2020-11-24_10:42:54.24887 [Cmd Runner] 2020/11/24 10:42:54 DEBUG - Stdout: 
2020-11-24_10:42:54.24889 [Cmd Runner] 2020/11/24 10:42:54 DEBUG - Stderr: 
2020-11-24_10:42:54.24889 [Cmd Runner] 2020/11/24 10:42:54 DEBUG - Successful: true (0)

 

In. the above example, we can see that the "Running command 'bosh-blobstore-dav" line, doesn't have any Stdout, Stderr, Successful lines below. Before those lines appear, we see another command (ARPING) that does come with Stdout, Stderr, Successful lines, so that shows us that the ARPING command did finish. 

At 10:42:54 we can see  Stdout, Stderr, Successful lines without any "Running command " line immediately above, so that would be a very good candidate for the "bosh-blobstore-dav" command that got executed 6 minutes before and that would explain the slowness when upgrading since downloading packages shouldn't take that long, only few seconds max.
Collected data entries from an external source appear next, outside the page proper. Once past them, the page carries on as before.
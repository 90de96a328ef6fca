using System.Globalization;
using System.Text;
using LoadWatch.Anchors;
using LoadWatch.Capacity;
using LoadWatch.Findings;
using LoadWatch.People;
using LoadWatch.Recordings;
using LoadWatch.Service.Export;
using LoadWatch.Storage;
using NodaTime;

namespace LoadWatch.Service.Explain;

/// <summary>The bests behind critical power, or speed, of own sessions with all regressions through them beside each other, or why they tell none.</summary>
internal static class TrialText
{
    private const string Sources = "Monod and Scherrer 1965, Ergonomics 8:329-338; Moritani et al. 1981, Ergonomics 24:339-350; three parameters: Morton 1996, Ergonomics 39:611-619";

    private const string SpeedAsRecorded = "; speed as it was recorded, slopes not reckoned in: bests downhill raise the line, hilly routes lower it";

    /// <summary>Of the months whose values stand, and of the month of the date; nothing of a kind that no such line tells.</summary>
    /// <param name="observed">Of the person and the kind.</param>
    public static void Append(StringBuilder text, StoreSession session, Person person, AnchorKind kind, IReadOnlyList<ObservedAnchor> observed, LocalDate on)
    {
        if (QuantityOf(kind) is not { } quantity || on == LocalDate.MinIsoValue)
        {
            return;
        }

        var month = ObservedAnchors.MonthOf(on);
        var standing = observed.Where(one => one.From <= on).GroupBy(one => one.Sport).Select(same => same.MaxBy(one => one.From)!).ToList();
        var months = standing.Select(one => one.From).Append(month).Distinct().Order().ToDictionary(from => from, from => ChoicesOf(session, person.Id, quantity.Channel, from));
        var sports = months.Values.SelectMany(of => of.Keys).Distinct(StringComparer.Ordinal).Order(StringComparer.Ordinal).ToList();
        foreach (var sport in sports)
        {
            var earlier = standing.Find(one => (one.Sport ?? sport) == sport && one.From < month)?.From;
            var behind = earlier is { } from ? months[from].GetValueOrDefault(sport) : null;
            if (behind is not null)
            {
                AppendMonth(text, quantity, sport, earlier!.Value, behind);
            }

            AppendNow(text, quantity, sport, month, months[month].GetValueOrDefault(sport), behind);
            if (earlier is { } since)
            {
                text.AppendLine(CultureInfo.InvariantCulture, $"        so the value of {Words.Date(since)} goes on: another has to lie beyond its error");
            }
        }

        text.AppendLine(CultureInfo.InvariantCulture, $"    {(sports.Count == 0 ? $"no session of the {ObservedAnchors.Months} months before {Words.Date(month)} may tell it: {Wanted(quantity.Channel)}" : $"lines after {Sources}{(quantity.Channel == Channel.Speed ? SpeedAsRecorded : "")}")}");
    }

    private static CriticalQuantity? QuantityOf(AnchorKind kind) => kind switch
    {
        AnchorKind.CriticalPower or AnchorKind.WPrime => CriticalQuantity.Power,
        AnchorKind.CriticalSpeed or AnchorKind.DPrime => CriticalQuantity.Speed,
        _ => null,
    };

    private static Dictionary<string, TrialChoice> ChoicesOf(StoreSession session, string person, Channel channel, LocalDate month) => SessionBests
        .BySport(session.Activities.Bests(person, month.PlusMonths(-ObservedAnchors.Months), month.PlusDays(-1)), channel)
        .ToDictionary(sport => sport.Key, sport => TrialChoice.Of([.. sport], channel), StringComparer.Ordinal);

    private static string Wanted(Channel channel) => channel == Channel.Power
        ? "wanted is power with unbroken stretches of 2 minutes and more, not on foot and of no motor"
        : "wanted is speed on foot with unbroken stretches of 2 minutes and more";

    private static void AppendNow(StringBuilder text, CriticalQuantity quantity, string sport, LocalDate month, TrialChoice? now, TrialChoice? behind)
    {
        if (now is null || (behind is not null && now.Trials.Count > 0 && now.Trials.SequenceEqual(behind.Trials)))
        {
            text.AppendLine(CultureInfo.InvariantCulture, $"    {Of(sport, month)}: {(now is null ? "no session that shows it" : "the same bests")}");
        }
        else
        {
            AppendMonth(text, quantity, sport, month, now);
        }
    }

    private static string Of(string sport, LocalDate month) => $"the {ObservedAnchors.Months} months before {Words.Date(month)}, {sport.Replace('_', ' ')}";

    private static void AppendMonth(StringBuilder text, CriticalQuantity quantity, string sport, LocalDate month, TrialChoice choice)
    {
        if (choice.Fit is null)
        {
            text.AppendLine(CultureInfo.InvariantCulture, $"    {Of(sport, month)}: no value; {choice.Refusal}");
            return;
        }

        text.AppendLine(CultureInfo.InvariantCulture, $"    {Of(sport, month)}: {choice.Trials.Count} bests that may have been all out, from {choice.Trials.DistinctBy(one => one.Session).Count()} sessions");
        foreach (var one in choice.Trials)
        {
            text.AppendLine(CultureInfo.InvariantCulture, $"        {one.Trial.Seconds:0} s at {Number(one.Trial.Mean)} {quantity.Unit} on {Words.Date(one.Date)}, session {one.Session[..Math.Min(12, one.Session.Length)]}");
        }

        AppendRegressions(text, quantity, choice);
    }

    private static void AppendRegressions(StringBuilder text, CriticalQuantity quantity, TrialChoice choice)
    {
        var regressions = TrialRegressions.Of([.. choice.Trials.Select(one => one.Trial)]);
        var (critical, reserve, mean) = quantity.Channel == Channel.Power ? ("CP", "W'", "P") : ("CS", "D'", "v");
        Line(text, quantity, quantity.Line, regressions.WorkTime);
        Line(text, quantity, $"{(mean == "P" ? "power" : "speed")} on the inverse of time, {mean} = {critical} + {reserve} / t", regressions.InverseTime);
        Line(text, quantity, $"least squares in time, t = {reserve} / ({mean} - {critical})", regressions.Time);
        var third = $"three parameters, least squares in time, t = {reserve} / ({mean} - {critical}) + k";
        if (regressions.ThreeParameter is { } three)
        {
            Line(text, quantity, third, three.Fit, $", k {Number(three.AsymptoteSeconds)} s{Within(three.AsymptoteError, "s")}, highest {(mean == "P" ? "power" : "speed")} {Number(three.Maximum)} {quantity.Unit}{Within(three.MaximumError, quantity.Unit)}");
        }
        else
        {
            text.AppendLine(CultureInfo.InvariantCulture, $"        {third}: none, the third parameter degenerates with these bests");
        }

        var all = regressions.All;
        text.AppendLine(
            CultureInfo.InvariantCulture,
            $"        they lie between {Number(all.Min(fit => fit.Critical))} and {Number(all.Max(fit => fit.Critical))} {quantity.Unit}, {Number(all.Min(fit => fit.Reserve))} and {Number(all.Max(fit => fit.Reserve))} {quantity.ReserveUnit}");
        text.AppendLine(
            CultureInfo.InvariantCulture,
            $"        taken: {quantity.Line.Split(',')[0]}, as the bests are chosen on its upper edge (a choice); {Number(choice.Fit!.Critical)} {quantity.Unit} within {Number(choice.CriticalError!.Value)} {quantity.Unit}, {quantity.ReserveWord} {Number(choice.Fit.Reserve)} {quantity.ReserveUnit} within {Number(choice.ReserveError!.Value)} {quantity.ReserveUnit}: its standard errors, but {TrialChoice.LeastCriticalError * 100:0} and {TrialChoice.LeastReserveError * 100:0} % at least");
    }

    private static void Line(StringBuilder text, CriticalQuantity quantity, string name, CapacityFit? fit, string rest = "") => text.AppendLine(
        CultureInfo.InvariantCulture,
        $"        {name}: {(fit is null ? "none, the squares have no least value" : $"{Number(fit.Critical)} {quantity.Unit}{Within(fit.CriticalError, quantity.Unit)}, {quantity.ReserveWord} {Number(fit.Reserve)} {quantity.ReserveUnit}{Within(fit.ReserveError, quantity.ReserveUnit)}{(fit.RSquared is { } share ? string.Create(CultureInfo.InvariantCulture, $", R2 {share:0.#####}") : "")}{rest}")}");

    /// <summary>A standard error; unknown where as many parameters are fitted as there are bests.</summary>
    private static string Within(double? error, string unit) => error is { } known ? $" (standard error {Number(known)} {unit})" : " (standard error unknown)";

    /// <summary>To four digits, and whole where larger.</summary>
    private static string Number(double value) => value.ToString(Math.Abs(value) switch { >= 1000 => "0", >= 100 => "0.#", >= 10 => "0.##", _ => "0.###" }, CultureInfo.InvariantCulture);
}
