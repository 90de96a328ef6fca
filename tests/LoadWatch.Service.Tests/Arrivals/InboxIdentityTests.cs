using System.Diagnostics;
using System.Net;
using LoadWatch.Recordings;
using LoadWatch.Service.Arrivals;
using LoadWatch.Service.Configuration;
using LoadWatch.Service.Pipeline;
using LoadWatch.Service.Tests.Pipeline;
using LoadWatch.Storage.Inboxes;
using NodaTime;
using WorkingFolder = LoadWatch.Service.Tests.Pipeline.WorkingFolder;

namespace LoadWatch.Service.Tests.Arrivals;

/// <summary>An inbox that is not mounted is an empty folder under the same name, and no event tells.</summary>
public sealed class InboxIdentityTests : IDisposable
{
    private readonly WorkingFolder folder = new();

    public void Dispose() => folder.Dispose();

    /// <summary>What decides: was it looked into before, at this path; is it another folder now; is it hollow.</summary>
    [Theory]
    [InlineData("leave", "8.1:1", true, true, true, true, true, false)]
    [InlineData("leave", "8.1:2", true, true, true, true, true, true)]
    [InlineData("leave", "8.1:2", false, true, true, true, true, true)]
    [InlineData("leave", "8.1:2", false, false, true, true, true, false)]
    [InlineData("leave", "8.1:2", false, true, false, true, true, false)]
    [InlineData("leave", "8.1:2", true, false, true, true, true, true)]
    [InlineData("leave", "8.1:2", true, true, false, false, true, false)]
    [InlineData("leave", "8.1:2", false, true, true, true, false, false)]
    [InlineData("leave", "8.1:2", true, true, true, true, false, true)]
    [InlineData("move", "8.1:2", false, true, true, true, true, false)]
    [InlineData("move", "8.1:2", true, true, true, true, true, true)]
    public void ADoubtIsAFolderThatIsAnotherAndHollow(string take, string id, bool isEmpty, bool lacksFiles, bool filesAreKnown, bool heldEntries, bool heldFiles, bool doubted)
    {
        var inbox = new Inbox("main", "/srv/inbox", Enum.Parse<TakeMode>(take, ignoreCase: true));
        var reason = InboxDoubt.Of(inbox, new InboxRoot("/srv/inbox", "8.1:1", heldEntries, heldFiles), id, isEmpty, () => lacksFiles, filesAreKnown);
        Assert.Equal(doubted, reason is not null);
        Assert.Null(InboxDoubt.Of(inbox, null, id, isEmpty, () => lacksFiles, filesAreKnown));
        Assert.Null(InboxDoubt.Of(inbox, new InboxRoot("/srv/other", "8.1:1", heldEntries, heldFiles), id, isEmpty, () => lacksFiles, filesAreKnown));
    }

    [Fact]
    public void AnEmptyMountPointIsNotTakenForTheInbox()
    {
        folder.Put("anna/ride.fit", Some.Fit(Some.Yesterday));
        folder.Sweep();
        Unmount();

        var report = folder.Sweep();

        Assert.Equal(["inbox"], report.MissingInboxes);
        Assert.Contains("mounted", report.Looks[0].Away, StringComparison.Ordinal);
        Assert.Empty(Directory.EnumerateFileSystemEntries(folder.Inbox));
        Assert.Contains("cannot be looked into", File.ReadAllText(Path.Combine(folder.Root, "pages", "staff.html")), StringComparison.Ordinal);
        Mount();
        Assert.Empty(folder.Sweep().MissingInboxes);
    }

    /// <summary>Both have been silent for three weeks; the recordings of one come by the inbox that is away.</summary>
    [Fact]
    public void AnInboxThatIsAwayExplainsTheSilenceOfThoseWhoseRecordingsComeByIt()
    {
        AddSecondInbox();
        for (var back = 23; back < 45; back += 2)
        {
            folder.Put($"anna/{back}.fit", Some.Fit(Some.Yesterday.PlusDays(-back)));
            PutInSecond($"bo/{back}.fit", Some.Fit(Some.Yesterday.PlusDays(-back), 30));
        }

        folder.Sweep();
        Assert.Equal(["Anna Ahola", "Bo Björk"], Flagged());
        Unmount();

        Assert.Equal(["inbox"], folder.Sweep().MissingInboxes);
        Assert.Equal(["Bo Björk"], Flagged());
    }

    /// <summary>A name that is gone speaks no more, but not because its inbox is away.</summary>
    [Fact]
    public void NothingIsForgottenOfAnInboxThatIsAway()
    {
        var ride = Some.Fit(Some.Yesterday);
        AddSecondInbox();
        PutInSecond("bo/ride.fit", ride);
        folder.Put("anna/ride.fit", ride);
        folder.Sweep();
        Assert.Equal(ArrivalState.Held, folder.Arrival(ride)!.State);
        Unmount();

        folder.Sweep();

        Assert.Equal(ArrivalState.Held, folder.Arrival(ride)!.State);
        Assert.Equal(2, folder.Read((_, session) => session.Sightings.Of(WorkingFolder.Sha(ride))).Count);
    }

    [Fact]
    public void AFolderMadeAnewBecomesTheInboxByItsFirstFile()
    {
        folder.Put("anna/ride.fit", Some.Fit(Some.Yesterday));
        folder.Sweep();
        Unmount();
        folder.Sweep();
        folder.Put("anna/other.fit", Some.Fit(Some.Yesterday, 7));

        var report = folder.Sweep();

        Assert.Empty(report.MissingInboxes);
        Assert.True(report.Looks[0].IsReplaced);
        Assert.Equal(2, folder.Arrivals().Count);
        Assert.Contains("inbox_replaced", folder.Read((_, session) => session.Audits.All()).Select(entry => entry.What));
        Assert.False(folder.Sweep().Looks[0].IsReplaced);
    }

    [Fact]
    public void AnInboxThatIsEmptiedByItsUsersIsStillTheInbox()
    {
        var ride = folder.Put("anna/ride.fit", Some.Fit(Some.Yesterday));
        folder.Sweep();
        File.Delete(ride);
        Assert.Empty(folder.Sweep().MissingInboxes);
    }

    /// <summary>A share that holds no file any more and is mounted anew: another device, the same folders of people.</summary>
    [Fact]
    public void AnInboxThatItsUsersEmptiedIsStillTheInboxOnAnotherDevice()
    {
        var ride = folder.Put("anna/ride.fit", Some.Fit(Some.Yesterday));
        folder.Sweep();
        File.Delete(ride);
        folder.Sweep();
        Unmount();
        Directory.CreateDirectory(Path.Combine(folder.Inbox, "anna"));

        var report = folder.Sweep();

        Assert.Empty(report.MissingInboxes);
        Assert.True(report.Looks[0].IsReplaced);
    }

    [Fact]
    [System.Runtime.Versioning.UnsupportedOSPlatform("windows")]
    public void AFolderThatMayNotBeLookedIntoIsTold()
    {
        Assert.SkipWhen(OperatingSystem.IsWindows() || Environment.IsPrivilegedProcess, "modes keep neither Windows nor the superuser out");
        folder.Put("anna/ride.fit", Some.Fit(Some.Yesterday));
        foreach (var closed in new[] { "000", "400", "100" })
        {
            Shell($"chmod {closed} \"$0/anna\"");
            Assert.Equal("anna/", Assert.Single(folder.Sweep().Unreadable).Subject);
        }

        Shell("chmod 700 \"$0/anna\"");
        Assert.Empty(folder.Sweep().Unreadable);
        Assert.Single(folder.Arrivals());
    }

    [Fact]
    public void AMarkerThatIsNotThereMeansThatTheInboxIsNot()
    {
        folder.Write("loadwatch.json", File.ReadAllText(folder.ConfigPath).Replace("\"path\": \"inbox\"", "\"path\": \"inbox\", \"marker\": \"mounted.txt\"", StringComparison.Ordinal));
        Assert.Equal(["inbox"], folder.Sweep().MissingInboxes);
        Assert.Empty(Directory.EnumerateFileSystemEntries(folder.Inbox));
        folder.Put("mounted.txt", Some.Text("here"));
        folder.Put("anna/ride.fit", Some.Fit(Some.Yesterday));

        var report = folder.Sweep();

        Assert.Empty(report.MissingInboxes);
        Assert.Equal(ArrivalState.Stored, Assert.Single(folder.Arrivals()).State);
    }

    [Theory]
    [InlineData("..")]
    [InlineData("a/b")]
    public void AMarkerIsOneName(string marker)
    {
        folder.Write("loadwatch.json", File.ReadAllText(folder.ConfigPath).Replace("\"path\": \"inbox\"", $"\"path\": \"inbox\", \"marker\": \"{marker}\"", StringComparison.Ordinal));
        Assert.Contains("marker", Assert.Throws<ConfigurationException>(() => ConfigurationReader.Read(folder.ConfigPath)).Message, StringComparison.Ordinal);
    }

    /// <summary>The whole line: one of two inboxes does not answer, the other is taken in.</summary>
    [Fact]
    public void AnInboxThatHangsHoldsUpNoOther()
    {
        using var never = new ManualResetEventSlim();
        var guard = new HangGuard(TimeSpan.FromMilliseconds(300));
        folder.Put("anna/ride.fit", Some.Fit(Some.Yesterday));
        var inbox = new Inbox("inbox", folder.Inbox, TakeMode.Leave);
        var looks = guard.Run(
            ["dead", "inbox"],
            (name, progress) =>
            {
                if (name == "dead")
                {
                    never.Wait(TestContext.Current.CancellationToken);
                }

                return Inboxes.Look(inbox, new KnownInbox(), progress)!;
            },
            () => { });
        Assert.Null(looks[0]);
        Assert.Equal("anna/ride.fit", Assert.Single(looks[1]!.Changed).File.Path);
        never.Set();
    }

    [Fact]
    public void NamesThatAreNotUtf8AreCountedAndToldInOneLine()
    {
        Assert.SkipUnless(OperatingSystem.IsLinux(), "such names are made on Linux only");
        folder.Put("anna/ride.fit", Some.Fit(Some.Yesterday));
        Shell("cd \"$0/anna\" && cp ride.fit $'\\xff\\xfe.fit' && cp ride.fit $'b\\xe9.fit' && mkdir $'f\\xfc' && cp ride.fit $'f\\xfc/ride.fit'");

        var line = Assert.Single(folder.Sweep().Unreadable);

        Assert.StartsWith("unreadable name: it is not UTF-8", line.Sentence, StringComparison.Ordinal);
        Assert.Contains("and 2 more like it", line.Sentence, StringComparison.Ordinal);
        Assert.Equal(ArrivalState.Stored, Assert.Single(folder.Arrivals()).State);
        Assert.Single(folder.Sweep(WorkingFolder.Now + Duration.FromMinutes(1)).Unreadable);
        Shell("cd \"$0/anna\" && rm -r $'\\xff\\xfe.fit' $'b\\xe9.fit' $'f\\xfc'"); // The runtime could not delete them.
    }

    [Fact]
    public void AWholeNameWithTheMarkOfALostByteIsTaken()
    {
        folder.Put("anna/odd\uFFFD.fit", Some.Fit(Some.Yesterday));
        Assert.Empty(folder.Sweep().Unreadable);
        Assert.Equal(ArrivalState.Stored, Assert.Single(folder.Arrivals()).State);
    }

    private void AddSecondInbox() => folder.Write("loadwatch.json", File.ReadAllText(folder.ConfigPath).Replace(
        "\"inboxes\": [", "\"inboxes\": [{ \"name\": \"second\", \"path\": \"second\" }, ", StringComparison.Ordinal));

    private void PutInSecond(string path, byte[] bytes)
    {
        var file = new FileInfo(Path.Combine(folder.Root, "second", path));
        file.Directory!.Create();
        File.WriteAllBytes(file.FullName, bytes);
        File.SetLastWriteTimeUtc(file.FullName, WorkingFolder.Now.ToDateTimeUtc().AddHours(-1));
    }

    /// <summary>Names under "To look at", in their order.</summary>
    private IEnumerable<string> Flagged() => File.ReadAllText(Path.Combine(folder.Root, "pages", "staff.html"))
        .Split("<header><h3>")
        .Skip(1)
        .Select(person => WebUtility.HtmlDecode(person[..person.IndexOf('<', StringComparison.Ordinal)]));

    private void Unmount()
    {
        Directory.Move(folder.Inbox, folder.Inbox + " away");
        Directory.CreateDirectory(folder.Inbox);
    }

    private void Mount()
    {
        Directory.Delete(folder.Inbox, recursive: true);
        Directory.Move(folder.Inbox + " away", folder.Inbox);
    }

    private void Shell(string script)
    {
        using var shell = Process.Start("bash", ["-c", script, folder.Inbox]);
        shell.WaitForExit();
        Assert.Equal(0, shell.ExitCode);
    }
}
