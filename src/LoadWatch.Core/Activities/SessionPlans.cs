using LoadWatch.Recordings;
using NodaTime;

namespace LoadWatch.Activities;

/// <summary>From the recordings of a person to activities: which are one session, what each of them gives. Needs no samples, so nothing is decoded for it. Pure.</summary>
public static class SessionPlans
{
    /// <summary>Every recording is in exactly one plan. Sorted by start, then by key of the winner.</summary>
    /// <param name="replaced">See <see cref="SameSession.Choose"/>.</param>
    /// <param name="unreadable">Keys of recordings whose original cannot be read: they give nothing.</param>
    public static IReadOnlyList<SessionPlan> Of(
        IReadOnlyCollection<RecordingSummary> ofOnePerson,
        IReadOnlyDictionary<string, IReadOnlyList<string>> replaced,
        IReadOnlySet<string> unreadable)
    {
        var groups = SameSession.Choose(ofOnePerson, replaced);
        var claims = new SessionClaims(groups, (group, one) => !unreadable.Contains(one.Key) && !IsCorrected(group, one, replaced));
        return
        [
            .. groups
                .Select((group, at) => new SessionMerging(group, (one, channel) => claims.Of(at, one, channel), one => RoleOf(group, one)).Plan())
                .OrderBy(plan => plan.Frame.Start)
                .ThenBy(plan => plan.Winner.Key, StringComparer.Ordinal),
        ];

        ContributionRole RoleOf(SessionGroup group, RecordingSummary one) =>
            IsCorrected(group, one, replaced) ? ContributionRole.Replaced
            : unreadable.Contains(one.Key) ? ContributionRole.Unreadable
            : one == group.Winner ? ContributionRole.Wins
            : ContributionRole.Gives;
    }

    /// <summary>What took its names is in the activity: it may have taken a channel out on purpose. Anything else that took them is another session, and nothing speaks against what it holds.</summary>
    private static bool IsCorrected(SessionGroup group, RecordingSummary one, IReadOnlyDictionary<string, IReadOnlyList<string>> replaced) =>
        one != group.Winner && replaced.TryGetValue(one.Sha, out var by) && group.Recordings.Any(other => other.Sha != one.Sha && by.Contains(other.Sha));
}
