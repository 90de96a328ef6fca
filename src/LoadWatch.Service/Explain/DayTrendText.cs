using System.Globalization;
using System.Text;
using LoadWatch.Days;
using LoadWatch.Stimulus;

namespace LoadWatch.Service.Explain;

/// <summary>What a day tells beside its sums of load: converted loads with their error, the usual week, the largest sessions, heavy-or-fast days with their coverage.</summary>
internal static class DayTrendText
{
    /// <param name="withSessions">The same day as it keeps its sessions; empty where it is not read.</param>
    public static void Append(StringBuilder text, Day day, IReadOnlyList<Day> withSessions)
    {
        foreach (var session in withSessions.SelectMany(one => one.Sessions).Where(session => session.ConvertedFrom is not null))
        {
            var error = session.LoadError is { } known ? $"standard error {Number(known)}, that of the line through the own sessions that have both" : "taken as it is, in its own unit: there are no own sessions to convert it by";
            text.AppendLine(CultureInfo.InvariantCulture, $"    load {Number(session.Load)} of the session {session.Key[..Math.Min(12, session.Key.Length)]} from {session.ConvertedFrom} (estimated): {error}");
        }

        if (day.LoadError is not null)
        {
            Line(text, "standard error of the load: root of the sum of squares of those of its converted sessions", day.LoadError);
        }

        Line(text, "usual week: median of the 8 newest ordinary weeks of the 16 before these 7 days", day.UsualWeek);
        Line(text, "change against the last ordinary week, fraction", day.WeeklyChangeOrdinary);
        Line(text, "largest session of 30 days, by load", day.LargestSession30);
        Line(text, "longest run of 30 days, metres", day.LongestRunMetres30);
        foreach (var (region, state) in day.Regions.OrderBy(pair => pair.Key))
        {
            AppendRegion(text, region, state);
        }
    }

    private static void AppendRegion(StringBuilder text, BodyRegion region, RegionDay state)
    {
        var heavy = state.HeavyOrFast switch { true => "yes", false => "no", null => "unknown" };
        text.AppendLine(CultureInfo.InvariantCulture, $"    {BodyRegions.Word(region)}: heavy or fast {heavy}, days since {Number(state.DaysSince)}, usual gap in days {Number(state.UsualGapDays)}");
        text.AppendLine(CultureInfo.InvariantCulture, $"        in 7 days {Number(state.Days7)} ({state.Known7} known), in 14 days {Number(state.Days14)} ({state.Known14} known, usually {Number(state.Usual14)}), in 28 days {Number(state.Days28)} ({state.Known28} known)");
    }

    /// <summary>A figure of a day with its name, on a line of its own.</summary>
    internal static void Line(StringBuilder text, string name, double? value) => text.AppendLine(CultureInfo.InvariantCulture, $"    {name} = {Number(value)}");

    internal static string Number(double? value) => value is { } known ? known.ToString("0.###", CultureInfo.InvariantCulture) : "unknown";
}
In addition to the above, you can also run the "bosh-blobstore-dav" command from the Master or Worker VM's and measure the time it takes to download it. E.g
 

time bosh-blobstore-dav -c /var/vcap/bosh/etc/blobstore-dav.json get f3e0c9a9-1205-49e9-b1b1-a3c4ed964b15 /tmp/filename
 
real    7m6.797s
user    0m3.726s
sys     0m11.478s


If you see that it takes long time (E.g few minutes), then it's the confirmation that the systems is experiencing some slowness, probably related to network or disk performance which should be worked with your IaaS team.